Hands-On Python Deep Learning for the Web
上QQ阅读APP看书,第一时间看更新

Model evaluation

We have trained an ML model but how well will the model perform on the data it has never seen before? We answer this question using model evaluation

Different machine learning algorithms call for different evaluation metrics. 

For supervised learning methods, we usually use the following:

  • The confusion matrix, which is a matrix consisting of four values: True Positive, False Positive, True Negative, and False Negative
  • Accuracy, precision, recall, and F1-score (these are all byproducts of the confusion matrix)
  • The Receiver Operator Characteristic (ROC) curve and the Area Under Curve (AUC) metric
  • R-square (coefficient of determination), Root Mean Square Error (RMSE), F-statistic, Akaike Information Criterion (AIC), and p-values specifically for regression models

Throughout this book, we will be incorporating these metrics to evaluate our models. Although these are the most common evaluation metrics, be it for ML or DL, there are more specific evaluation metrics that correspond to different domains. We will get to that as well as we go along. 

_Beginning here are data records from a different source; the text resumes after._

"""Ten invented loops of all layouts, for the engine and for the plain equations alike (per m2 of crop)."""

from __future__ import annotations

import numpy as np

from fertui.chemistry.conductivity import linearise
from fertui.chemistry.exchange import PHREEQC_SELECTIVITY
from fertui.chemistry.ions import Array
from fertui.loop import Circuit, Drive, Hold, Medium, Plants, State, hold_ec, hold_ph, start
from tests.loop.plain_model import Site, ions

UPTAKE = ions(K=6.5, Ca=2.75, Mg=1.0, Na=0.2, NH4=0.9, NO3=10.75, Cl=0.9, SO4=1.5, H2PO4=1.2)
ROOT = ions(K=8, Ca=8, Mg=4, Na=3, NH4=0.25, NO3=22, Cl=3, SO4=5, H2PO4=1.0, HCO3=0.25)
FEED = ions(K=9.5, Ca=5.4, Mg=2.4, Na=0.8, NH4=1.2, NO3=15, Cl=1.8, SO4=4.4, H2PO4=1.5, HCO3=0.5)
TOP_UP = ions(K=6.5, Ca=2.75, Mg=1.0, NH4=1.0, NO3=10.75, Cl=0.5, SO4=1.5, H2PO4=1.25)
RICH_IN_K = ions(K=12, Ca=4.5, Mg=2.0, Na=0.8, NH4=1.0, NO3=16, Cl=1.8, SO4=4.0, H2PO4=1.5, HCO3=0.5)
WELL = ions(K=0.1, Ca=1.5, Mg=0.4, Na=1.2, Cl=1.0, SO4=0.5, HCO3=2.9)
RAIN = ions(Na=0.2, Cl=0.2)
NITRIC = ions(NO3=1.0, HCO3=-1.0)
LINE = linearise(FEED)
EC = np.array(LINE.slope)
OFFSET = float(LINE.ec - LINE.slope @ LINE.at)
"""EC = OFFSET + EC . c; the plain equations get set points less OFFSET, so that both hold the same reading."""

CROP = {"uptake_concentration": UPTAKE, "reference": ROOT, "reference_l_d": 3.0}
ORGANIC = PHREEQC_SELECTIVITY * np.array([0.5, 1.0, 1.0, 1.0, 0.6])

SITES = (
    Site(
        "known-feed on stone wool", "known-feed", 8.0, ROOT, **CROP, crop_l_d=3.5, irrigation_l_d=5.0,
        feed=(FEED, FEED),
    ),
    Site(
        "known-feed on coir, feed turning richer in K", "known-feed", 8.0, ROOT, **CROP, crop_l_d=3.0,
        irrigation_l_d=4.5, capacity_meq=350.0, selectivity=ORGANIC, feed=(FEED, RICH_IN_K),
    ),
    Site(
        "known-feed on peat, little water", "known-feed", 6.0, 0.5 * ROOT, **CROP, crop_l_d=1.2, irrigation_l_d=1.6,
        capacity_meq=600.0, selectivity=PHREEQC_SELECTIVITY, feed=(RICH_IN_K, FEED),
    ),
    Site(
        "NFT, EC and pH held", "shared-tank", 6.0, 0.7 * ROOT, **CROP, mixed=True, crop_l_d=2.5, irrigation_l_d=0.0,
        make_up=WELL, ec=EC, hold_ec=2.0, proportions=TOP_UP, hold_alkalinity=0.5,
    ),
    Site(
        "raft, stock by logged litres, some bleed", "shared-tank", 120.0, 0.7 * ROOT, **CROP, mixed=True, crop_l_d=2.0,
        irrigation_l_d=0.0, make_up=RAIN, stock_mmol_d=2.2 * TOP_UP, bleed_l_d=1.0,
    ),
    Site(
        "ebb and flood on stone wool, EC and pH held", "shared-tank", 6.0, ROOT, **CROP, crop_l_d=3.0,
        irrigation_l_d=12.0, store_l=15.0, store0=FEED, make_up=WELL, ec=EC, hold_ec=2.6, proportions=TOP_UP,
        hold_alkalinity=0.5,
    ),
    Site(
        "troughs on coir, EC held, bleed", "shared-tank", 8.0, ROOT, **CROP, crop_l_d=4.0, irrigation_l_d=8.0,
        store_l=10.0, store0=FEED, capacity_meq=350.0, selectivity=ORGANIC, make_up=RAIN, ec=EC, hold_ec=2.6,
        proportions=TOP_UP, bleed_l_d=0.4,
    ),
    Site(
        "drain-blend on coir, a quarter of drain water", "drain-blend", 8.0, ROOT, **CROP, crop_l_d=3.0,
        irrigation_l_d=4.5, store_l=4.0, store0=ROOT, capacity_meq=350.0, selectivity=ORGANIC, make_up=WELL, ec=EC,
        hold_ec=2.7, proportions=FEED, hold_alkalinity=0.5, drain_share=0.25,
    ),
    Site(
        "drain-blend on stone wool, pre-mix EC", "drain-blend", 7.0, ROOT, **CROP, crop_l_d=3.0, irrigation_l_d=4.5,
        store_l=6.0, store0=ROOT, make_up=RAIN, ec=EC, hold_ec=2.6, proportions=FEED, premix_ec=0.9,
    ),
    Site(
        "drain-blend on new coir, nitrifying", "drain-blend", 8.0, ROOT, **CROP, crop_l_d=2.0, irrigation_l_d=3.2,
        store_l=3.0, store0=ROOT, capacity_meq=400.0, selectivity=ORGANIC, make_up=WELL, ec=EC, hold_ec=2.6,
        proportions=RICH_IN_K, hold_alkalinity=0.5, drain_share=0.2, nitrification_per_d=0.3,
    ),
)  # fmt: skip

NEW_COIR = np.array([0.60, 0.06, 0.04, 0.30, 0.0])
"""Equivalent fractions K Ca Mg Na NH4 on unbuffered coir: uptake_and_exchange.md table B7 (assumed there)."""


def engine(site: Site, members: int = 1) -> tuple[Circuit, Medium, Plants, State, Drive]:
    """The site as the engine wants it."""
    circuit = Circuit(
        site.layout, area_m2=1.0, root_zone_l=site.root_l, store_l=site.store_l, mixed=site.mixed,
        store_max_l=site.store_l if site.layout == "drain-blend" else np.inf,
        drain_share=site.drain_share, premix_ec=None if site.premix_ec is None else site.premix_ec + OFFSET,
    )  # fmt: skip
    medium = Medium(site.capacity_meq, PHREEQC_SELECTIVITY if site.selectivity is None else site.selectivity)
    plants = Plants(site.uptake_concentration, site.reference, site.reference_l_d)
    held = NEW_COIR if "new coir" in site.name else None
    state = start(circuit, medium, site.root0, site.store0, members=members, held=held)
    feed = (np.zeros(10), np.zeros(10)) if site.feed is None else site.feed
    drive = Drive(
        irrigation_l_d=site.irrigation_l_d, crop_l_d=site.crop_l_d, holds=holds(site), ec=LINE,
        make_up=np.zeros(10) if site.make_up is None else site.make_up, feed_from=feed[0], feed_to=feed[1],
        stock_mmol_d=np.zeros(10) if site.stock_mmol_d is None else site.stock_mmol_d, bleed_l_d=site.bleed_l_d,
        nitrification_per_d=site.nitrification_per_d,
    )  # fmt: skip
    return circuit, medium, plants, state, drive


def holds(site: Site) -> tuple[Hold, ...]:
    both: list[Hold] = []
    if site.hold_alkalinity is not None:
        both.append(hold_ph(site.hold_alkalinity, NITRIC))
    if site.hold_ec is not None and site.proportions is not None:
        both.append(hold_ec(site.hold_ec + OFFSET, site.proportions, LINE))
    return tuple(both)


def plain_start(site: Site) -> Array:
    """Start of the plain equations, equal to the engine's: amounts in the store, in the root zone with its sites."""
    _, _, _, state, _ = engine(site)
    amounts = state.ions_mmol[0].copy()
    amounts[1, :5] += state.exchanged_meq[0] / np.array([1, 2, 2, 1, 1])
    return amounts.reshape(20)
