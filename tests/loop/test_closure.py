"""What must hold on any loop: the account closes, nothing becomes negative, charge is taken up in balance."""

from __future__ import annotations

import numpy as np
import pytest
from hypothesis import given, settings
from hypothesis import strategies as st

from fertui.chemistry.conductivity import linearise
from fertui.chemistry.ions import CATION_CHARGE, CHARGE, Array
from fertui.loop import (
    CAUSES,
    Circuit,
    Drive,
    Event,
    Medium,
    Plants,
    State,
    Timeline,
    Trajectory,
    hold_ec,
    hold_ph,
    simulate,
    start,
)
from tests.loop.invented_sites import FEED, LINE, NITRIC, ROOT, TOP_UP, UPTAKE, WELL

MEMBERS = 3
REPORTS = (1.0, 2.5, 4.0, 6.0)


def spread(seed: int, *shape: int, sd: float = 0.4) -> Array:
    return np.exp(np.random.default_rng(seed).normal(0.0, sd, shape))


@st.composite
def circuits(draw: st.DrawFn) -> Circuit:
    layout = draw(st.sampled_from(["shared-tank", "mixed", "drain-blend", "known-feed"]))
    store = draw(st.floats(0.0, 20.0))
    blend = draw(st.sampled_from([{}, {"drain_share": 0.3}, {"drain_share": 1.0}, {"premix_ec": 1.0}]))
    return Circuit(
        "shared-tank" if layout == "mixed" else layout, area_m2=1.0, root_zone_l=draw(st.floats(0.5, 15.0)),
        store_l=store, store_max_l=store * draw(st.floats(1.0, 2.0)), mixed=layout == "mixed",
        **(blend if layout == "drain-blend" else {}),
    )  # fmt: skip


@st.composite
def drives(draw: st.DrawFn, seed: int = 7) -> Drive:
    holds = draw(
        st.sampled_from([(), (hold_ec(2.5, TOP_UP, LINE),), (hold_ph(0.5, NITRIC), hold_ec(2.5, TOP_UP, LINE))])
    )
    return Drive(
        irrigation_l_d=draw(st.sampled_from([0.0, 0.5, 4.0, 60.0])) * spread(seed, MEMBERS),
        crop_l_d=draw(st.sampled_from([0.0, 1.0, 3.0, 9.0])) * spread(seed + 1, MEMBERS),
        make_up=draw(st.sampled_from([WELL, 0.0 * WELL])), make_up_l_d=draw(st.sampled_from([None, 0.0, 2.0, 30.0])),
        stock_mmol_d=draw(st.sampled_from([0.0, 1.5])) * TOP_UP, holds=holds, ec=LINE,
        feed_from=FEED, feed_to=draw(st.sampled_from([None, 0.0 * FEED, 1.5 * FEED])),
        bleed_l_d=draw(st.sampled_from([0.0, 0.3, 50.0])), nitrification_per_d=draw(st.sampled_from([0.0, 0.5])),
        condensate_l_d=draw(st.sampled_from([0.0, 1.0])), excursion_c=draw(st.sampled_from([0.0, -4.0])),
    )  # fmt: skip


EVENTS = st.lists(
    st.builds(
        Event,
        at=st.floats(0.1, 6.0),
        cause=st.sampled_from(["dose", "stock", "make_up", "bleed"]),
        ions_mmol=st.sampled_from([TOP_UP, 20.0 * TOP_UP]),
        litres=st.sampled_from([0.0, 3.0, np.inf]),
        point=st.sampled_from(["tank", "drain_store", "drain", "root_zone"]),
        entry=st.integers(1, 9),
    ).map(lambda event: event if event.cause == "bleed" or event.litres < np.inf else event._replace(litres=1.0)),
    max_size=3,
)


def run(circuit: Circuit, drive: Drive, capacity: float, strength: float, events: list[Event]) -> Trajectory:
    medium = Medium(capacity * spread(3, MEMBERS))
    plants = Plants(UPTAKE * spread(4, MEMBERS, 10), ROOT, 3.0)
    state = start(circuit, medium, strength * ROOT * spread(5, MEMBERS, 10), members=MEMBERS)
    return simulate(circuit, medium, plants, state, Timeline(((0.0, drive),), tuple(events)), REPORTS)


def solution(state: State) -> Array:
    return state.ions_mmol.sum(axis=1)


@settings(max_examples=60, deadline=None)
@given(circuits(), drives(), st.sampled_from([0.0, 300.0]), st.sampled_from([0.02, 1.0]), EVENTS)
def test_account_closes_and_nothing_is_negative(
    circuit: Circuit, drive: Drive, capacity: float, strength: float, events: list[Event]
) -> None:
    trajectory = run(circuit, drive, capacity, strength, events)
    first, last = trajectory.states[0], trajectory.end
    flows = trajectory.fluxes.by_cause
    scale = np.maximum(np.abs(flows).max(axis=1), solution(first).clip(1e-3))
    gap = np.abs(solution(first) + flows.sum(axis=1) - solution(last)) / scale
    assert gap.max() < 1e-9
    assert trajectory.account().gap().max() < 1e-9
    for state in trajectory.states:
        assert np.isfinite(state.ions_mmol).all()
        assert state.ions_mmol[..., :-1].min() >= 0.0
        assert state.exchanged_meq.min() >= 0.0
        assert state.water_l.min() >= 0.0


@settings(max_examples=60, deadline=None)
@given(circuits(), drives(), st.sampled_from([0.0, 300.0]))
def test_charge_and_exchanger_balance(circuit: Circuit, drive: Drive, capacity: float) -> None:
    """Uptake and exchange move no net charge; what the medium releases is what it loses."""
    trajectory = run(circuit, drive, capacity, 1.0, [])
    for cause in ("uptake", "exchange"):
        moved = trajectory.fluxes.cause(cause)
        assert np.abs(moved @ CHARGE).max() <= 1e-9 * max(np.abs(moved).max(), 1.0)
    lost = (trajectory.states[0].exchanged_meq - trajectory.end.exchanged_meq) / CATION_CHARGE
    np.testing.assert_allclose(trajectory.fluxes.cause("exchange")[:, :5], lost, atol=1e-9)


@settings(max_examples=25, deadline=None)
@given(circuits(), drives(), EVENTS)
def test_periods_add_up(circuit: Circuit, drive: Drive, events: list[Event]) -> None:
    trajectory = run(circuit, drive, 200.0, 1.0, events)
    parts = [trajectory.account(a, b) for a, b in zip(trajectory.times, trajectory.times[1:], strict=False)]
    whole = trajectory.account()
    np.testing.assert_allclose(sum(part.flows_mmol for part in parts), whole.flows_mmol, atol=1e-9)
    assert max(part.gap().max() for part in parts) < 1e-9
    assert set(whole.row("K")) == {"start_mmol", *CAUSES, "end_mmol"}


@settings(max_examples=25, deadline=None)
@given(st.sampled_from([0.0, 300.0]), st.floats(0.2, 8.0), st.floats(0.001, 1.0))
def test_uptake_alone_takes_no_ion_below_its_minimum(capacity: float, crop: float, strength: float) -> None:
    """A beaker with roots and nothing else: no water comes, none leaves but what the crop drinks."""
    circuit = Circuit("shared-tank", 1.0, 5.0, mixed=True)
    plants = Plants(UPTAKE, ROOT, 3.0)
    state = start(circuit, Medium(), strength * ROOT + 1.01 * plants.kinetics.c_min)
    drive = Drive(crop_l_d=crop, make_up=0.0 * WELL)
    end = simulate(circuit, Medium(), plants, state, Timeline(((0.0, drive),)), [30.0]).end
    assert (end.concentration(1)[0] >= plants.kinetics.c_min * (1 - 1e-9))[:-1].all()


@pytest.mark.parametrize("members", [1, 5])
def test_members_do_not_see_each_other_beyond_the_step_length(members: int) -> None:
    """Copies of one member give the answer of that member alone, to rounding."""
    circuit, medium, plants = Circuit("known-feed", 1.0, 8.0), Medium(350.0), Plants(UPTAKE, ROOT, 3.0)
    drive = Drive(irrigation_l_d=4.5, crop_l_d=3.0, feed_from=FEED)
    state = start(circuit, medium, ROOT, members=members)
    end = simulate(circuit, medium, plants, state, Timeline(((0.0, drive),)), [5.0]).end
    alone = simulate(circuit, medium, plants, start(circuit, medium, ROOT), Timeline(((0.0, drive),)), [5.0]).end
    np.testing.assert_allclose(end.ions_mmol, np.repeat(alone.ions_mmol, members, axis=0), rtol=1e-12)


def test_line_is_near_the_set_points_used_here() -> None:
    np.testing.assert_allclose(LINE(FEED), linearise(FEED).ec, rtol=1e-12)


def test_a_store_without_water_leaves_the_charge_balance_its_digits() -> None:
    """Water runs through an empty store within seconds: its rates are a million times those of the root zone."""
    circuit = Circuit("shared-tank", area_m2=1.0, root_zone_l=1.0, store_max_l=0.0)
    drive = Drive(irrigation_l_d=0.5 * spread(7, MEMBERS), make_up=WELL, make_up_l_d=2.0, ec=LINE)
    taken = run(circuit, drive, 0.0, 1.0, []).fluxes.cause("uptake")
    assert np.abs(taken @ CHARGE).max() <= 1e-12 * max(np.abs(taken).max(), 1.0)
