"""Loops that share a vessel, and where pH is heading."""

from __future__ import annotations

import numpy as np
import pytest

from fertui.loop import (
    INERT,
    STORE,
    Circuit,
    Drive,
    Event,
    Medium,
    Plants,
    Sharer,
    Timeline,
    hold_ec,
    hold_ph,
    pooled,
    simulate,
    simulate_together,
    start,
    tendency,
)
from tests.loop.invented_sites import FEED, LINE, NITRIC, ROOT, UPTAKE, WELL


def sharer(store_l: float, crop_l_d: float, uptake_scale: float = 1.0, events: tuple[Event, ...] = ()) -> Sharer:
    circuit = Circuit("drain-blend", 100.0, 800.0, store_l=store_l, store_max_l=2 * store_l, drain_share=0.3)
    holds = (hold_ph(0.5, NITRIC), hold_ec(2.6, FEED, LINE))
    drive = Drive(irrigation_l_d=450.0, crop_l_d=crop_l_d, make_up=WELL, holds=holds)
    plants = Plants(uptake_scale * UPTAKE, ROOT, 300.0)
    return Sharer(circuit, INERT, plants, start(circuit, INERT, ROOT), Timeline(((0.0, drive),), events))


def test_twins_that_share_a_store_behave_like_one_alone() -> None:
    twin = sharer(200.0, 300.0)
    together = simulate_together({"a": twin, "b": twin}, [5.0])
    alone = simulate(twin.circuit, twin.medium, twin.plants, twin.state, twin.timeline, [5.0])
    for run in together.values():
        np.testing.assert_allclose(run.end.ions_mmol, alone.end.ions_mmol, rtol=1e-9)


def test_a_shared_store_is_one_solution_and_every_account_closes() -> None:
    bleed = Event(2.3, "bleed", litres=50.0, point="drain_store", reason="renewal", entry=4)
    loops = {"hungry": sharer(200.0, 320.0, 1.3), "modest": sharer(300.0, 250.0, 0.7, (bleed,))}
    runs = simulate_together(loops, [2.5, 7.0])
    ends = [run.end.concentration(STORE) for run in runs.values()]
    np.testing.assert_allclose(ends[0], ends[1], rtol=1e-12)
    for run in runs.values():
        assert run.account().gap().max() < 1e-9
        assert run.account(2.5, 7.0).gap().max() < 1e-9
    traded = sum(run.account().flows_mmol[8] for run in runs.values())
    np.testing.assert_allclose(traded, 0.0, atol=1e-9)
    assert runs["modest"].account().entries("K", "bleed") == (4,)


def test_a_known_feed_loop_shares_nothing() -> None:
    one = sharer(200.0, 300.0)
    other = one._replace(circuit=Circuit("known-feed", 100.0, 800.0))
    with pytest.raises(ValueError, match="shared-tank or drain-blend"):
        pooled([one, other])


def grown(feed: np.ndarray, members: int = 200, medium: Medium = INERT) -> tuple[str, list[str], float]:
    circuit = Circuit("known-feed", 1.0, 8.0)
    spread = np.exp(np.random.default_rng(2).normal(0.0, 0.03, (members, 10)))
    plants = Plants(UPTAKE * spread, ROOT, 3.0)
    drive = Drive(irrigation_l_d=4.5, crop_l_d=3.0, feed_from=feed)
    state = start(circuit, medium, ROOT, members=members)
    run = simulate(circuit, medium, plants, state, Timeline(((0.0, drive),)), [2.0])
    found = tendency(run.fluxes, 8.0, 2.0)
    change = (run.end.ions_mmol - state.ions_mmol)[..., 9].sum(axis=1).mean() / 16.0
    assert found.drift.value == pytest.approx(change, rel=1e-9)
    assert found.drift.low <= found.drift.value <= found.drift.high
    return found.direction, [driver.what for driver in found.drivers], found.drift.value


def test_nitrate_raises_and_ammonium_lowers_the_tendency() -> None:
    """Signs: uptake of nitrate raises pH, of ammonium lowers it (charge balance; common practice, no source)."""
    direction, drivers, drift = grown(FEED)
    assert direction == "up"
    assert drivers[0] == "uptake of nitrate"
    more_ammonium = FEED.copy()
    more_ammonium[4] += 3.0
    assert grown(more_ammonium)[2] < drift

It worth mentioning here that we often tend to fall into the trap of the  accuracy paradox  in the case of  classification  problems where the data is  imbalanced. I n these cases, classification accuracy only tells one part of the story, that is, it gives  the percentage of correct predictions made out of the total number of predictions made. This system fails miserably in the case of imbalanced datasets because accuracy does not capture how well a model is performing at predicting the negative instances of the dataset (which is originally the problem—predicting  the uncommon class(es)).

Following are the most commonly used metrics for evaluating unsupervised methods such as clustering:

  • Silhouette coefficients
  • Sum of squared errors
  • Homogeneity, completeness, and the V-measure
  • The Calinski-Harabasz index
The evaluation metrics/error metrics remain the same for a train set, a test set, or a validation set. We cannot just jump to a conclusion just by looking at the performance of a model on the train set.